- WHAT IS EXPECTED
From the first line of the data below through the line holding "await removeOtherFirm(db, other);", write out each line exactly as it stands.

--- RECORD EXTRACTS Enclosed Below ---

import { afterAll, beforeAll, describe, expect, test } from 'vitest';
import { DEMO_PROPERTIES } from '../../seeds/data/demo-accounts';
import { testDb } from '../helpers/db';
import { HttpClient, signedInAs } from '../helpers/http';
import { call, otherFirmOwner, removeJobs, removeOtherFirm } from '../helpers/jobs';
import {
	commentOn,
	newJurisdictionWithInspector,
	removeJurisdiction,
	submittedJob,
} from '../helpers/workflow';

const db = testDb();
const created: string[] = [];
let owner: HttpClient;
let electrician: HttpClient;
let homeowner: HttpClient;
let admin: HttpClient;
let other: Awaited<ReturnType<typeof otherFirmOwner>>;
let mine: Awaited<ReturnType<typeof newJurisdictionWithInspector>>;
let elsewhere: Awaited<ReturnType<typeof newJurisdictionWithInspector>>;

beforeAll(async () => {
	[owner, electrician, homeowner, admin] = await Promise.all([
		signedInAs('owner'),
		signedInAs('electrician'),
		signedInAs('homeowner'),
		signedInAs('admin'),
	]);
	other = await otherFirmOwner();
	mine = await newJurisdictionWithInspector(db);
	elsewhere = await newJurisdictionWithInspector(db);
});

afterAll(async () => {
	await removeJobs(db, created);
	await removeJurisdiction(db, mine);
	await removeJurisdiction(db, elsewhere);
	await removeOtherFirm(db, other);
	await db.destroy();
});

async function jobInReview() {
	const j = await submittedJob(db, owner, mine.jurisdictionId, {
		status: 'in-review',
		address: DEMO_PROPERTIES.penhallow,
	});
	created.push(j.id);
	return j;
}

const counts = async (jobId: string) => ({
	comments: Number((await db('review_comments').where({ job_id: jobId }).count({ n: '*' }))[0]!.n),
	entries: Number(
		(
			await db('review_comment_entries as e')
				.join('review_comments as c', 'c.id', 'e.comment_id')
				.where('c.job_id', jobId)
				.count({ n: '*' })
		)[0]!.n,
	),
	audit: Number((await db('audit_log').where({ job_id: jobId, entity: 'comment' }).count({ n: '*' }))[0]!.n),
});

describe('writing review comments', () => {
	test('pins a comment to a point on a sheet, with the sheet named in its label, and writes an audit row', async () => {
		const j = await jobInReview();
		const res = await call(mine.client, 'POST', `/api/jobs/${j.id}/comments`, {
			targetKind: 'sheet',
			sheet: 2,
			point: { x: 0.25, y: 0.75 },
			body: 'The riser shows a 4 AWG grounding electrode conductor; the service needs 6 AWG at least.',
		});
		expect(res.status).toBe(201);
		expect(res.body.comment).toMatchObject({
			revision: 1,
			targetKind: 'sheet',
			sheet: 2,
			point: { x: 0.25, y: 0.75 },
			targetLabel: 'Sheet 2 of 3',
			status: 'open',
			authorName: mine.name,
			entries: [],
		});
		const audit = await db('audit_log')
			.where({ job_id: j.id, entity: 'comment', action: 'create' })
			.first('entity_id', 'user_id');
		expect(audit).toEqual({ entity_id: res.body.comment.id, user_id: mine.userId });
	});

	test('pins comments to a panel and to a circuit of the revision, naming them as submitted', async () => {
		const j = await jobInReview();
		const panel = await commentOn(mine.client, j.id, {
			targetKind: 'panel',
			panelId: j.panelId,
			body: 'Label the panel.',
		});
		expect(panel).toMatchObject({ targetKind: 'panel', panelId: j.panelId, targetLabel: 'Panel Main panel' });
		// Comments are numbered within their job, whatever other jobs hold.
		expect(panel.number).toBe(1);
		const circuit = await commentOn(mine.client, j.id, {
			targetKind: 'circuit',
			circuitId: j.circuitIds[0],
			body: 'Kitchen counter circuits need GFCI protection.',
		});
		expect(circuit).toMatchObject({
			targetKind: 'circuit',
			circuitId: j.circuitIds[0],
			panelId: j.panelId,
			targetLabel: 'Panel Main panel, circuit 1: Kitchen counter',
			number: 2,
		});
		// Renaming the live circuit afterwards leaves the comment's label as it was.
		await db('circuits').where({ id: j.circuitIds[0] }).update({ label: 'Renamed later' });
		const list = await call(mine.client, 'GET', `/api/jobs/${j.id}/comments`);
		expect(list.body.items.map((c: { targetLabel: string }) => c.targetLabel)).toEqual([
			'Panel Main panel',
			'Panel Main panel, circuit 1: Kitchen counter',
		]);
	});

	test.each([
		['no body', { targetKind: 'job' }, 'body'],
		['an empty body', { targetKind: 'job', body: '   ' }, 'body'],
		['a body over 4,000 characters', { targetKind: 'job', body: 'x'.repeat(4001) }, 'body'],
		['an unknown target', { targetKind: 'room', body: 'x' }, 'targetKind'],
		['a sheet comment without its sheet', { targetKind: 'sheet', body: 'x' }, 'sheet'],
		['sheet 0', { targetKind: 'sheet', sheet: 0, body: 'x' }, 'sheet'],
		['a sheet past the packet’s last', { targetKind: 'sheet', sheet: 4, body: 'x' }, 'sheet'],
		[
			'a point off the page',
			{ targetKind: 'sheet', sheet: 1, point: { x: 1.2, y: 0.5 }, body: 'x' },
			'point.x',
		],
		['a point on a job comment', { targetKind: 'job', point: { x: 0.2, y: 0.5 }, body: 'x' }, 'sheet'],
		['a panel comment without its panel', { targetKind: 'panel', body: 'x' }, 'panelId'],
		[
			'a panel not in the revision',
			{ targetKind: 'panel', panelId: '00000000-0000-4000-8000-000000000000', body: 'x' },
			'panelId',
		],
		['a circuit id that is no id', { targetKind: 'circuit', circuitId: 'c-1', body: 'x' }, 'circuitId'],
		[
			'a circuit not in the revision',
			{ targetKind: 'circuit', circuitId: '00000000-0000-4000-8000-000000000000', body: 'x' },
			'circuitId',
		],
		['a revision that does not exist', { targetKind: 'job', revision: 2, body: 'x' }, 'revision'],
		['an unknown field', { targetKind: 'job', body: 'x', colour: 'red' }, '_'],
	])('refuses %s with a field message and writes nothing', async (_, body, field) => {
		const j = await jobInReview();
		const before = await counts(j.id);
		const res = await call(mine.client, 'POST', `/api/jobs/${j.id}/comments`, body);
		expect(res.status).toBe(400);
		expect(Object.keys(res.body.error.fields)).toContain(field);
		expect(await counts(j.id)).toEqual(before);
	});

	test('refuses a comment once the packet is back with the contractor (409) and writes nothing', async () => {
		const j = await jobInReview();
		await db('jobs').where({ id: j.id }).update({ status: 'corrections' });
		const res = await call(mine.client, 'POST', `/api/jobs/${j.id}/comments`, {
			targetKind: 'job',
			body: 'Late.',
		});
		expect(res.status).toBe(409);
		expect(await counts(j.id)).toEqual({ comments: 0, entries: 0, audit: 0 });
	});

	test.each([
		['the job’s own contractor', () => owner, 403],
		['a contractor of another firm', () => other.client, 404],
		['an inspector of another jurisdiction', () => elsewhere.client, 404],
		['the homeowner of the property', () => homeowner, 403],
		['an administrator (reads, changes nothing)', () => admin, 403],
		['a signed-out visitor', () => new HttpClient(), 401],
	])('refuses a new comment from %s and writes nothing', async (_, who, status) => {
		const j = await jobInReview();
		const res = await call(who(), 'POST', `/api/jobs/${j.id}/comments`, {
			targetKind: 'job',
			body: 'Not mine to say.',
		});
		expect(res.status).toBe(status);
		expect(await counts(j.id)).toEqual({ comments: 0, entries: 0, audit: 0 });
	});
});

describe('reading review comments', () => {
	test.each([
		['the job’s own contractor', () => owner, 200],
		['another electrician of the firm', () => electrician, 200],
		['an inspector of the jurisdiction', () => mine.client, 200],
		['an administrator', () => admin, 200],
		['the homeowner of the property', () => homeowner, 403],
		['a contractor of another firm', () => other.client, 404],
		['an inspector of another jurisdiction', () => elsewhere.client, 404],
		['a signed-out visitor', () => new HttpClient(), 401],
	])('answers %s with %i', async (_, who, status) => {
		const j = await jobInReview();
		await commentOn(mine.client, j.id);
		const res = await call(who(), 'GET', `/api/jobs/${j.id}/comments`);
		expect(res.status).toBe(status);
		if (status === 200) expect(res.body.items).toHaveLength(1);
		else expect(res.body.items).toBeUndefined();
	});
});

describe('a comment’s thread', () => {
	test('runs open → addressed by the contractor → reopened → resolved by the reviewer, each entry in the thread and the audit log', async () => {
		const j = await jobInReview();
		const c = await commentOn(mine.client, j.id);
		const reply = await call(owner, 'POST', `/api/comments/${c.id}/entries`, {
			action: 'reply',
			body: 'The riser now shows 6 AWG copper.',
		});
		expect(reply.status).toBe(201);
		expect(reply.body.comment.status).toBe('open');
		const addressed = await call(electrician, 'POST', `/api/comments/${c.id}/entries`, {
			action: 'addressed',
		});
		expect(addressed.body.comment.status).toBe('addressed');
		const reopened = await call(mine.client, 'POST', `/api/comments/${c.id}/entries`, {
			action: 'reopened',
			body: 'The sheet still says 4 AWG.',
		});
		expect(reopened.body.comment.status).toBe('open');
		await call(owner, 'POST', `/api/comments/${c.id}/entries`, {
			action: 'addressed',
			body: 'Fixed on sheet 2.',
		});
		const resolved = await call(mine.client, 'POST', `/api/comments/${c.id}/entries`, { action: 'resolved' });
		expect(resolved.status).toBe(201);
		expect(resolved.body.comment.status).toBe('resolved');
		expect(resolved.body.comment.version).toBe(5);
		expect(resolved.body.comment.entries.map((e: { action: string }) => e.action)).toEqual([
			'reply',
			'addressed',
			'reopened',
			'addressed',
			'resolved',
		]);
		const audit = await db('audit_log')
			.where({ job_id: j.id, entity: 'comment', action: 'reply' })
			.orderBy('id');
		expect(audit.map((a) => a.after.status)).toEqual(['open', 'addressed', 'open', 'addressed', 'resolved']);
	});

	test('lets the reviewer resolve an open comment directly, and reopen a resolved one', async () => {
		const j = await jobInReview();
		const c = await commentOn(mine.client, j.id);
		expect(
			(await call(mine.client, 'POST', `/api/comments/${c.id}/entries`, { action: 'resolved' })).body.comment
				.status,
		).toBe('resolved');
		expect(
			(await call(mine.client, 'POST', `/api/comments/${c.id}/entries`, { action: 'reopened' })).body.comment
				.status,
		).toBe('open');
	});

	// Each action by each role: who may take it from an open comment, and who is refused how.
	const roles = {
		'the job’s contractor': () => owner,
		'the jurisdiction’s inspector': () => mine.client,
		'a contractor of another firm': () => other.client,
		'an inspector of another jurisdiction': () => elsewhere.client,
		'the homeowner': () => homeowner,
		'an administrator': () => admin,
		'a signed-out visitor': () => new HttpClient(),
	};
	type Role = keyof typeof roles;
	const outcomes: Record<string, Record<Role, number>> = {
		reply: {
			'the job’s contractor': 201,
			'the jurisdiction’s inspector': 201,
			'a contractor of another firm': 404,
			'an inspector of another jurisdiction': 404,
			'the homeowner': 403,
			'an administrator': 403,
			'a signed-out visitor': 401,
		},
		addressed: {
			'the job’s contractor': 201,
			'the jurisdiction’s inspector': 403,
			'a contractor of another firm': 404,
			'an inspector of another jurisdiction': 404,
			'the homeowner': 403,
			'an administrator': 403,
			'a signed-out visitor': 401,
		},
		resolved: {
			'the job’s contractor': 403,
			'the jurisdiction’s inspector': 201,
			'a contractor of another firm': 404,
			'an inspector of another jurisdiction': 404,
			'the homeowner': 403,
			'an administrator': 403,
			'a signed-out visitor': 401,
		},
	};
	test.each(
		Object.entries(outcomes).flatMap(([action, byRole]) =>
			Object.entries(byRole).map(([role, status]) => [action, role as Role, status] as const),
		),
	)('%s on an open comment by %s answers %i', async (action, role, status) => {
		const j = await jobInReview();
		const c = await commentOn(mine.client, j.id);
		const before = await counts(j.id);
		const res = await call(roles[role](), 'POST', `/api/comments/${c.id}/entries`, { action, body: 'Seen.' });
		expect(res.status).toBe(status);
		const after = await counts(j.id);
		if (status === 201) {
			expect(after).toEqual({ ...before, entries: before.entries + 1, audit: before.audit + 1 });
		} else {
			expect(after).toEqual(before);
			expect((await db('review_comments').where({ id: c.id }).first('status')).status).toBe('open');
		}
	});

	test('reopening by the contractor is refused (403) and leaves the comment resolved', async () => {
		const j = await jobInReview();
		const c = await commentOn(mine.client, j.id);
		await call(mine.client, 'POST', `/api/comments/${c.id}/entries`, { action: 'resolved' });
		const res = await call(owner, 'POST', `/api/comments/${c.id}/entries`, { action: 'reopened' });
		expect(res.status).toBe(403);
		expect((await db('review_comments').where({ id: c.id }).first('status')).status).toBe('resolved');
	});

	test.each([
		['marking a resolved comment addressed', ['resolved'], 'addressed', 'owner'],
		['resolving a resolved comment', ['resolved'], 'resolved', 'inspector'],
		['reopening an open comment', [], 'reopened', 'inspector'],
		['marking an addressed comment addressed again', ['addressed'], 'addressed', 'owner'],
	] as const)('refuses %s (409) and writes nothing', async (_, steps, action, by) => {
		const j = await jobInReview();
		const c = await commentOn(mine.client, j.id);
		for (const s of steps)
			await call(s === 'addressed' ? owner : mine.client, 'POST', `/api/comments/${c.id}/entries`, {
				action: s,
			});
		const before = await counts(j.id);
		const res = await call(by === 'owner' ? owner : mine.client, 'POST', `/api/comments/${c.id}/entries`, {
			action,
		});
		expect(res.status).toBe(409);
		expect(await counts(j.id)).toEqual(before);
	});

	test.each([
		['a reply without words', { action: 'reply', body: '' }, 'body'],
		['an unknown action', { action: 'approve' }, 'action'],
		['words over 4,000 characters', { action: 'reply', body: 'y'.repeat(4001) }, 'body'],
	])('refuses %s with a field message and writes nothing', async (_, body, field) => {
		const j = await jobInReview();
		const c = await commentOn(mine.client, j.id);
		const before = await counts(j.id);
		const res = await call(owner, 'POST', `/api/comments/${c.id}/entries`, body);
		expect(res.status).toBe(400);
		expect(Object.keys(res.body.error.fields)).toContain(field);
		expect(await counts(j.id)).toEqual(before);
	});

	test.each([
		['reply', 'owner'],
		['addressed', 'owner'],
		['reply', 'inspector'],
		['reopened', 'inspector'],
	] as const)(
		'once the permit is issued, refuses “%s” by the %s (409), writes nothing and says the threads are closed',
		async (action, by) => {
			const j = await jobInReview();
			const c = await commentOn(mine.client, j.id);
			if (action === 'reopened')
				await call(mine.client, 'POST', `/api/comments/${c.id}/entries`, { action: 'resolved' });
			await db('jobs').where({ id: j.id }).update({ status: 'approved' });
			const before = await counts(j.id);
			const res = await call(by === 'owner' ? owner : mine.client, 'POST', `/api/comments/${c.id}/entries`, {
				action,
				body: 'Too late.',
			});
			expect(res.status).toBe(409);
			expect(res.body.error.current.status).toBe('approved');
			expect(await counts(j.id)).toEqual(before);
			expect((await call(owner, 'GET', `/api/jobs/${j.id}/comments`)).body.threadsOpen).toBe(false);
		},
	);

	test('answers 404 for a comment id that does not exist or is no id', async () => {
		expect(
			(
				await call(owner, 'POST', '/api/comments/00000000-0000-4000-8000-000000000000/entries', {
					action: 'addressed',
				})
			).status,
		).toBe(404);
		expect((await call(owner, 'POST', '/api/comments/nope/entries', { action: 'addressed' })).status).toBe(
			404,
		);
	});
});
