/** The job as the browser holds it (records from the JSON API) and the engine run on it in the browser. */
import {
	engineOutcome,
	jobDocumentFromRows,
	type EngineOutcome,
	type JobTree as Tree,
} from '../job-document';

export type { CircuitRecord, JobRecord, LoadRecord, PanelRecord, RoomRecord } from '../repositories/rows';
export type EngineAnswer = EngineOutcome;

/** GET /api/jobs/:jobId/tree: the records and the server's engine answer. */
export interface JobTree extends Tree {
	engine?: EngineAnswer;
}

/** Runs the engine in the browser on the records as they are (or as being edited): the same code the server runs. */
export function computeTree(tree: Tree): EngineAnswer {
	return engineOutcome(jobDocumentFromRows(tree));
}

--- End of Enclosed RECORD EXTRACTS ---

- WRITTEN RESPONSE
import { afterAll, beforeAll, describe, expect, test } from 'vitest';
import { DEMO_PROPERTIES } from '../../seeds/data/demo-accounts';
import { testDb } from '../helpers/db';
import { HttpClient, signedInAs } from '../helpers/http';
import { call, otherFirmOwner, removeJobs, removeOtherFirm } from '../helpers/jobs';
import {
	commentOn,
	newJurisdictionWithInspector,
	removeJurisdiction,
	submittedJob,
} from '../helpers/workflow';

const db = testDb();
const created: string[] = [];
let owner: HttpClient;
let electrician: HttpClient;
let homeowner: HttpClient;
let admin: HttpClient;
let other: Awaited<ReturnType<typeof otherFirmOwner>>;
let mine: Awaited<ReturnType<typeof newJurisdictionWithInspector>>;
let elsewhere: Awaited<ReturnType<typeof newJurisdictionWithInspector>>;

beforeAll(async () => {
	[owner, electrician, homeowner, admin] = await Promise.all([
		signedInAs('owner'),
		signedInAs('electrician'),
		signedInAs('homeowner'),
		signedInAs('admin'),
	]);
	other = await otherFirmOwner();
	mine = await newJurisdictionWithInspector(db);
	elsewhere = await newJurisdictionWithInspector(db);
});

afterAll(async () => {
	await removeJobs(db, created);
	await removeJurisdiction(db, mine);
	await removeJurisdiction(db, elsewhere);
	await removeOtherFirm(db, other);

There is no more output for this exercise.